B.− P. anal. de nombre et/ou de forme. [En corrélation avec « qui n'a plus qu'un œil » (supra I A)].
1. [En parlant d'une chose qui présente un seul orifice (d'une forme rappelant celle de l'œil) alors qu'on en attendrait deux]
ANAT. Trou borgne. Canal n'ayant qu'un orifice. Le serpent à sonnettes a, au dessous et en arrière de chaque narine, un trou borgne assez profond (Cuvier, Leçons d'anat. comp.,t. 2, 1805, p. 669).
Trou borgne du frontal. ,,Orifice de la face endocrânienne du frontal situé sur la ligne médiane immédiatement au-dessus de l'échancrure ethmoïdale, à l'extrémité inférieure de la crête frontale. Il s'ouvre dans un petit canal en cul-de-sac où s'insinue inconstamment une veinule émissaire fronto-ethmoïdale`` (Méd. Biol. t. 3 1972, s.v. trou). Cf. aveugle I B 2 b.
Trou borgne de la langue. ,,Dépression profonde située au sommet du V lingual`` (Méd. Biol. t. 2 1971, s.v. foramen caecum).
Trou borgne de Vicq d'Azyr. ,,Petite fossette triangulaire qui marque l'extrémité supérieure du sillon médian antérieur du bulbe, au contact de la protubérance et entre les deux pyramides`` (Méd. Biol. t. 2 1971, , s.v. foramen caecum inférieur).
TECHNOL. Trou borgne. Trou qui ne traverse pas une pièce de part en part, trou à un seul orifice. Écrou, rivet à trou borgne. P. méton. Écrou, rivet borgne (cf. P. Gorgeu, Machines-outils, 1928, p. 47 et 49; A. Herdner, Constr. et conduite des locomotives à vapeur, p. 286).
2. Particulièrement
a) Emploi subst. masc. [P. réf. au caractère unique de l'œil du borgne] Arg.
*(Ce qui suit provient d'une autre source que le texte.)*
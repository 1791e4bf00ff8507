import { assess } from '@/hazard';
import type { WorksheetRecord } from '@/shared/record';
import { soundWorksheet } from './soundWorksheet';

/** A record as the server answers it, for tests of screens: the sound worksheet, waiting for its crew. */
export function buildRecord(changes: Partial<WorksheetRecord> = {}): WorksheetRecord {
  const { on, content } = soundWorksheet();
  const shown = changes.content ?? content;
  return {
    id: '0190b5a4-0000-7000-8000-0000000000e1',
    number: '2026-000417',
    state: 'briefing',
    proved: false,
    revision: 2,
    version: 7,
    content: shown,
    contentHash: '7b1e40c9a2d8'.padEnd(56, '0') + 'ad27f814',
    assessment: assess(shown, { on }),
    workAssessment: null,
    signatures: [],
    proofs: [],
    closeOut: null,
    questions: [],
    attachments: [],
    leadId: '0190b5a4-0000-7000-8000-0000000000b1',
    leadName: 'Ruth Ansbach',
    siteName: 'Brindle Court',
    timeZone: 'America/Chicago',
    reason: null,
    clearedStops: [],
    actions: ['sign:acknowledged', 'ask', 'stop'],
    createdAt: '2026-12-01T14:00:00.000Z',
    updatedAt: '2026-12-01T14:30:00.000Z',
    ...changes,
  };
}
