import { render, screen, waitFor } from '@testing-library/react';
import userEvent from '@testing-library/user-event';
import { afterEach, describe, expect, it, vi } from 'vitest';
import { DistanceStrip } from '@/components/worksheet/DistanceStrip';
import { DrawingView } from '@/components/worksheet/DrawingView';
import { SectionDrawing } from '@/components/worksheet/SectionDrawing';
import { assess } from '@/hazard';
import { sectionGeometry } from '@/shared/drawing/section';
import { stripGeometry } from '@/shared/drawing/strip';
import { sectionInputOf, zonesOfWorksheet } from '@/shared/drawing/worksheetDrawing';
import { messages } from '@/shared/messages';
import { soundWorksheet } from '../../support/soundWorksheet';

const { content, on } = soundWorksheet();
const assessment = assess(content, { on });
const subject = {
  content,
  assessment,
  messages: messages('en-US'),
  locale: 'en-US',
  units: 'feet',
} as const;
/** Figures have no-break spaces; what is read aloud is compared with ordinary ones. */
const plain = (words: string | null) => (words ?? '').replaceAll('\u00a0', ' ');

afterEach(() => vi.restoreAllMocks());

describe('DistanceStrip', () => {
  it('is one button that says every distance in words', async () => {
    const onPress = vi.fn();
    render(
      <DistanceStrip content={content} assessment={assessment} open={false} onPress={onPress} />,
    );
    const strip = screen.getByRole('button');
    const name = plain(strip.getAttribute('aria-label'));
    expect(name).toContain('Distance strip. Opens the drawing. 120 V phase-to-phase.');
    expect(name).toContain('Restricted approach boundary: Avoid contact.');
    expect(name).toContain('Limited approach boundary, fixed: 3 ft 6 in (1.0 m).');
    expect(name).toContain('Arc flash boundary: 1 ft 7 in (0.485 m).');
    expect(name).toContain('Barricade, at least: 3 ft 6 in (1.0 m).');
    expect(strip.getAttribute('aria-expanded')).toBe('false');
    await userEvent.click(strip);
    expect(onPress).toHaveBeenCalledOnce();
  });

  it('says that the distances are not known while the voltage is not', () => {
    const nothing = assess({}, { on });
    render(<DistanceStrip content={{}} assessment={nothing} open onPress={() => undefined} />);
    const name = plain(screen.getByRole('button').getAttribute('aria-label'));
    expect(name).toContain('Folds the drawing');
    expect(name).toContain('Distances: not known until section 2 is complete.');
    expect(name).not.toMatch(/\d ft/);
  });

  it('shows the new distances after the supply changed', async () => {
    const { rerender } = render(
      <DistanceStrip
        content={content}
        assessment={assessment}
        open={false}
        onPress={() => undefined}
      />,
    );
    const supply = { ...content.supply, system: '480Y/277' as const, circuitVolts: 277 };
    const changed = { ...content, supply };
    rerender(
      <DistanceStrip
        content={changed}
        assessment={assess(changed, { on })}
        open={false}
        onPress={() => undefined}
      />,
    );
    await waitFor(() => {
      const name = plain(screen.getByRole('button').getAttribute('aria-label'));
      expect(name).toContain('480 V phase-to-phase, from 277 V.');
      expect(name).toContain('Restricted approach boundary: 1 ft 0 in (0.3 m).');
    });
  });
});

describe('SectionDrawing', () => {
  it('is a picture with the distances in words', () => {
    render(<SectionDrawing content={content} assessment={assessment} />);
    const name = plain(screen.getByRole('img').getAttribute('aria-label'));
    expect(name).toContain('Section, to scale. Restricted approach boundary: Avoid contact.');
  });
});

describe('DrawingView', () => {
  it('draws every text of the strip, with an outline below where it asks for one', () => {
    const drawing = stripGeometry({ zones: zonesOfWorksheet(subject), units: 'feet', width: 358 });
    const { container } = render(<DrawingView drawing={drawing} />);
    const texts = Array.from(container.querySelectorAll('text')).map((text) =>
      plain(text.textContent),
    );
    expect(texts).toEqual(
      expect.arrayContaining(['Avoid contact', '3 ft 6 in', 'Barricade', 'ft']),
    );
    expect(container.querySelectorAll('pattern')).toHaveLength(0);
  });

  it('draws the section with lines only: no pattern and no clip', () => {
    const drawing = sectionGeometry(
      sectionInputOf(subject, { width: 358, pixelsPerFoot: 33, medium: 'screen' }),
    );
    const { container } = render(<DrawingView drawing={drawing} />);
    expect(container.querySelectorAll('pattern, clipPath')).toHaveLength(0);
    const lead = Array.from(container.querySelectorAll('text')).filter(
      ({ textContent }) => textContent === 'Lead',
    );
    expect(lead).toHaveLength(2);
  });
});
Le borgne. Le derrière. [Dans un jeu de cartes] L'as (cf. Zola, L'Assommoir, 1877, p. 627).
b) [L'anal. de forme subsiste, l'anal. de nombre se modifie; p. réf. aux yeux* du bouillon gras] Potage borgne. Potage maigre, avec peu d'yeux de graisse (cf. aveugle I A 1 b). La jeune femme trempa ses lèvres dans le potage borgne (Ponson du Terrail, Rocambole,t. 3, Le Club des valets de cœur, 1859, p. 158).
3. P. ext. [L'anal. de forme disparaît, de l'anal. de nombre il subsiste seulement la notion de quelque chose d'incomplet]
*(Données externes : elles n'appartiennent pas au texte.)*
import { spawn } from 'node:child_process';
import { randomUUID } from 'node:crypto';
import { mkdtempSync } from 'node:fs';
import { chmod } from 'node:fs/promises';
import path from 'node:path';
import pg from 'pg';
import {
  createCluster,
  newSecrets,
  OWNER_ROLE,
  prepareDatabase,
  serverOptions,
  urlOf,
  DATABASE,
} from '@/server/commands/cluster';
import type { Cluster } from '@/server/commands/cluster';
import { asDatabaseUser, freePort } from '@/server/commands/postgresTools';

/**
 * A PostgreSQL of the tests' own, thrown away with its data. It runs under a
 * shell that waits on a pipe from this process: when this process ends, however
 * it ends, the pipe closes and the shell takes the server and its folder away.
 * A test may stop and start PostgreSQL on a `durable` one: what was committed stays.
 */
export async function startTestCluster({ durable = false } = {}): Promise<{
  cluster: Cluster;
  stop: () => Promise<void>;
}> {
  // /tmp, not $TMPDIR: the database's user must be able to enter it.
  const parent = mkdtempSync('/tmp/wideberth-test-');
  await chmod(parent, 0o755);
  const folder = path.join(parent, 'postgres');
  const secrets = newSecrets();
  await createCluster(folder, secrets);
  const port = await freePort();
  // The machine itself never fails in a test; a durable cluster outlives its own processes only.
  const unsafe = ['fsync=off', 'full_page_writes=off'];
  if (!durable) unsafe.push('synchronous_commit=off');
  const [file, args] = asDatabaseUser('postgres', [
    ...['-D', folder, ...serverOptions(port)],
    ...unsafe.flatMap((setting) => ['-c', setting]),
    ...['-c', 'max_connections=300', '-c', 'logging_collector=off'],
  ]);
  // SIGQUIT ends PostgreSQL at once: nothing of this data is kept.
  const script = `"$@" >"${parent}/server.log" 2>&1 & server=$!
    cat >/dev/null; running="$(head -n 1 "${folder}/postmaster.pid")"
    kill -QUIT "$running"; wait $server
    while kill -0 "$running" 2>/dev/null; do sleep 0.1; done; rm -rf "${parent}"`;
  const keeper = spawn('sh', ['-c', script, 'sh', file, ...args], {
    stdio: ['pipe', 'ignore', 'inherit'],
    cwd: '/',
    // A signal to the terminal's group must not reach the server before the tests are done with it.
    detached: true,
  });
  const cluster = { folder, port, secrets };
  await untilReady(urlOf(cluster, 'admin', 'postgres'));
  await prepareDatabase(cluster);
  return {
    cluster,
    stop: () =>
      new Promise((resolve) => {
        keeper.once('exit', () => resolve());
        keeper.stdin.end();
      }),
  };
}

async function untilReady(url: string): Promise<void> {
  for (let tries = 0; tries < 300; tries += 1) {
    try {
      return await withClient(url, () => Promise.resolve());
    } catch {
      await new Promise((resolve) => setTimeout(resolve, 100));
    }
  }
  throw new Error('The test database did not start.');
}

/** Runs `work` with one connection. */
export async function withClient<T>(
  url: string,
  work: (client: pg.Client) => Promise<T>,
): Promise<T> {
  const client = new pg.Client({ connectionString: url });
  await client.connect();
  try {
    return await work(client);
  } finally {
    await client.end();
  }
}

/** A new database of a cluster: a copy of the migrated template, or an empty one. */
export async function createTestDatabase(
  cluster: Cluster,
  { empty = false }: { empty?: boolean } = {},
): Promise<{ ownerUrl: string; runtimeUrl: string; drop: () => Promise<void> }> {
  const name = `test_${randomUUID().replaceAll('-', '')}`;
  const admin = urlOf(cluster, 'admin', 'postgres');
  const template = empty ? 'template1' : DATABASE;
  await withClient(admin, (client) =>
    client.query(`CREATE DATABASE ${name} TEMPLATE ${template} OWNER ${OWNER_ROLE}`),
  );
  return {
    ownerUrl: urlOf(cluster, 'owner', name),
    runtimeUrl: urlOf(cluster, 'runtime', name),
    drop: () =>
      withClient(admin, async (client) => {
        await client.query(`DROP DATABASE IF EXISTS ${name} WITH (FORCE)`);
      }),
  };
}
a) [En parlant d'une chose qui comporte un seul élément alors qu'on en attendrait deux] MAR. Ancre borgne. ,,Ancre à une seule patte, employée surtout pour les corps morts dans les rades fréquentées pour éviter que les chaînes des navires ne crochent dans la patte supérieure de l'ancre. Souvent cette patte est remplacée par une boucle sur laquelle on frappe l'orin`` (Soé-Dup. 1906).
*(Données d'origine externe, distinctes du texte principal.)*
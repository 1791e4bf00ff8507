import { cleanup } from '@testing-library/react';
import { afterEach, vi } from 'vitest';

/* The router needs a running navigator; a component only needs links that lead somewhere. */
vi.mock('expo-router', () => import('./routerFake'));

afterEach(() => cleanup());

/* jsdom has no layout: everything is as wide as a phone unless a test says otherwise. */
Object.defineProperty(window, 'matchMedia', {
  writable: true,
  value: (query: string) => ({
    matches: false,
    media: query,
    addEventListener: () => undefined,
    removeEventListener: () => undefined,
    addListener: () => undefined,
    removeListener: () => undefined,
  }),
});
window.scrollTo = () => undefined;
Element.prototype.scrollIntoView = () => undefined;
Rem. 1. Attesté dans la plupart des dict. 2. V. également infra b.
b) Qui est tronqué d'une de ses parties, qui est incomplet.
MAR. Ancre borgne. ,,Nom qu'on donne encore à une ancre mouillée sans avoir de bouée`` (Will. 1831).
En partic. [P. réf. à œil, chargé figurément de désigner la partie centrale, vitale, terminale, de qqc.] Qui est tronqué de sa partie centrale, vitale, terminale.
ANAT. Sein (fam. téton) borgne. Sein (téton) dépourvu de mamelon :
18. « Il faut, se dit-il [Jean-Jacques Rousseau], que quelque défaut secret que j'ignore détruise l'effet de ses charmes et la rende odieuse à ceux qui devraient se la disputer. » Il chercha ce défaut, et voilà, la Zulietta avait un téton borgne. Il le vit, et en un instant l'idée lui vint qu'il tenait entre ses bras « une espèce de monstre, le rebut de la nature, des hommes et de l'amour. » Guéhenno, Jean-Jacques,En marge des « Confessions », 1948, p. 205.
HORTIC. Plante borgne. Jeune plante dépourvue de bourgeon (ou œil*) central, terminal. Chou borgne. Chou dépourvu de bourgeon terminal et qui ne pommera pas (cf. A. Gressent, Traité complet de la création des parcs et jardins, 1891, p. 1025).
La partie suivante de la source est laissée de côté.